---------- SUPPLIED INFORMATION

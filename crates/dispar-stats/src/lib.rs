//! Statistics on contingency tables of counts: do groups (sites, lines) differ in their
//! outcome rates, which ones, and by how much. Pure Rust, no I/O, deterministic.
//!
//! # Module map (the public API)
//!
//! | module | what | main items |
//! |---|---|---|
//! | [`table`] | r x c table of `u64` counts, margins, expected counts, dropping all-zero rows/columns | [`table::Table`] (`new`, `from_rows`, `from_rates`, `reduce`), [`table::Reduced`] |
//! | [`chisq`] | Pearson X^2, G^2, Yates (2 x 2), df; chi-square upper tail with a `log10_p` that never underflows; critical values | `upper_tail(x, df) -> Tail {p, log10_p}`, `critical_value(alpha, df)`, `pearson`, `likelihood_ratio`, `yates`, `degrees_of_freedom` |
//! | [`validity`] | Cochran's rule | `cochran(&Table) -> Validity` |
//! | [`exact`] | Fisher's exact test for 2 x 2, log space, any N | `fisher(a, b, c, d) -> Fisher {p_two_sided, log10_p, p_less, p_greater}` |
//! | [`montecarlo`] | Monte Carlo conditional p (Patefield's random tables), seeded from the table | `conditional_p(&Table, resamples, seed) -> MonteCarlo`, `table_seed`, `PatefieldSampler`, `patefield` |
//! | [`residuals`] | per-cell expected, contribution, Pearson and adjusted (Haberman) residuals | `cells(&Table) -> Vec<Cell>` |
//! | [`effect`] | Cramer's V and the bias-corrected V | `cramers_v`, `cramers_v_corrected` |
//! | [`interval`] | Wilson score interval; Newcombe's hybrid score interval for p1 - p2 | `Interval`, `wilson(x, n, confidence)`, `newcombe_difference(x1, n1, x2, n2, confidence)` |
//! | [`funnel`] | funnel-plot limits for a rate against sample size, with their normal quantile | `Funnel::new(pooled, coverage, scale)`, `Funnel::at(n) -> Interval` |
//! | [`adjust`] | Holm, Bonferroni, Hochberg, Benjamini-Hochberg | `adjust(&[f64], Adjustment) -> Vec<f64>` |
//! | [`anom`] | analysis-of-means critical value h, computed exactly for equal or unequal group sizes (Sidak fallback) | `critical(alpha, k) -> AnomCritical {h, method}`, `critical_for_sizes(alpha, &sizes)`, `sidak` |
//! | [`overdispersion`] | Spiegelhalter's multiplicative factor from winsorised z-scores; additive tau^2 | `spiegelhalter(z, fraction) -> Overdispersion`, `tau_squared` |
//! | [`pairwise`] | all pairs of groups as 2 x 2 tables, adjusted p over the testable pairs, rate difference with Newcombe CI | `pairwise(&[(inspected, defective)], &PairwiseOptions) -> Vec<Pair>`, `Untestable` |
//! | [`baseline`] | a group's period against its own baseline: quasi-binomial dispersion of the baseline periods, prediction z, Student's t limit at a Šidák level (or three sigma), earlier excursions left out, exact for small counts, verdict | `compare((inspected, defective), &baseline, &BaselineOptions) -> Comparison {verdict, reason, method, rate, z, limit, ..}`, `Limit`, `Verdict`, `Reason`, `Method` |
//! | [`spread`] | the usual spread between groups over the baseline periods (Spiegelhalter's phi from the pooled z-scores) and each group's above/below record | `usual_spread(&periods, groups, winsor_fraction) -> UsualSpread {overdispersion, periods, groups}` |
//! | [`standardise`] | indirect standardisation by product: each group's observed against expected defectives from the pooled product rates, exact Poisson interval on O/E, funnel limits on O/E | `indirect(&groups, confidence) -> Vec<Standardised>`, `poisson_ratio_interval`, `RatioFunnel` |
//! | [`stratified`] | Cochran-Mantel-Haenszel stratified by product: common odds ratio with the Robins-Breslow-Greenland interval and Breslow-Day homogeneity (2 groups), generalised CMH (k groups) | `mantel_haenszel(&[Stratum], confidence) -> MantelHaenszel`, `generalised_cmh(&groups) -> GeneralisedCmh`, `Stratum` |
//! | [`trend`] | Cochran-Armitage test for trend in proportions across ordered periods (binomial variance convention), slope per period, widened by the departure from a line | `cochran_armitage(&[(inspected, defective)], scores) -> Trend` |
//! | [`power`] | power of the two-group comparison of rates (Cohen's h, both tails): smallest detectable rise, units needed | `PowerRule::new(alpha, power)`, `detectable_difference`, `units_needed` |
//! | [`analysis`] | the whole analysis with method choice and reasons | `analyze(&Table, &Options) -> Analysis`, `analyze_rates(&[(inspected, defective)], &Options) -> RateAnalysis` |
//!
//! Errors are one enum, [`StatsError`]; a table on which no test is possible is
//! `Err(StatsError::NotTestable(`[`NotTestable`]`))`, carrying the typed reason and the
//! dropped rows and columns — never a NaN and never a silent switch to another test.
//!
//! ```
//! use dispar_stats::analysis::{analyze_rates, Flag, Options, TestUsed};
//! // (inspected, defective) per site.
//! let report = analyze_rates(&[(300, 36), (300, 46), (300, 42), (300, 63), (300, 38)],
//!                            &Options::default())?;
//! assert_eq!(report.test.test, TestUsed::Pearson);
//! assert!(report.test.reject);
//! let flagged: Vec<usize> = report.groups.iter()
//!     .filter(|g| g.flag == Some(Flag::Above)).map(|g| g.index).collect();
//! assert_eq!(flagged, vec![3]);
//! # Ok::<(), dispar_stats::StatsError>(())
//! ```
//!
//! # Numerical sources
//!
//! Chi-square upper tails as ln Q(df/2, x/2) from Loader's (2000) saddle-point prefactor and
//! the continued fraction (statrs 0.19.1's `sf` drifts to ~5e-12 at large df, its `erfc` to
//! ~4e-11; statrs still supplies ln Gamma and the start of critical values); Fisher and
//! Patefield with Loader's binomial terms; the ANOM constant by Fourier inversion (Soong &
//! Hsu 1997) with Weideman's (1994) Faddeeva function. Each module names its references;
//! tests name the source of every value.

pub mod adjust;
pub mod analysis;
pub mod anom;
pub mod baseline;
pub mod chisq;
pub mod effect;
mod error;
pub mod exact;
mod faddeeva;
pub mod funnel;
pub mod interval;
mod loader;
pub mod montecarlo;
pub mod overdispersion;
pub mod pairwise;
pub mod power;
pub mod residuals;
pub mod spread;
pub mod standardise;
pub mod stratified;
pub mod table;
#[cfg(test)]
mod testutil;
pub mod trend;
pub mod validity;

pub use error::{NotTestable, NotTestableReason, StatsError};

--------------------

WHAT YOU ARE ASKED TO DO: Write out every line, unchanged, from the one containing "mod loader;" through the closing line of the data.

YOUR SOLUTION:
mod loader;
pub mod montecarlo;
pub mod overdispersion;
pub mod pairwise;
pub mod power;
pub mod residuals;
pub mod spread;
pub mod standardise;
pub mod stratified;
pub mod table;
#[cfg(test)]
mod testutil;
pub mod trend;
pub mod validity;

pub use error::{NotTestable, NotTestableReason, StatsError};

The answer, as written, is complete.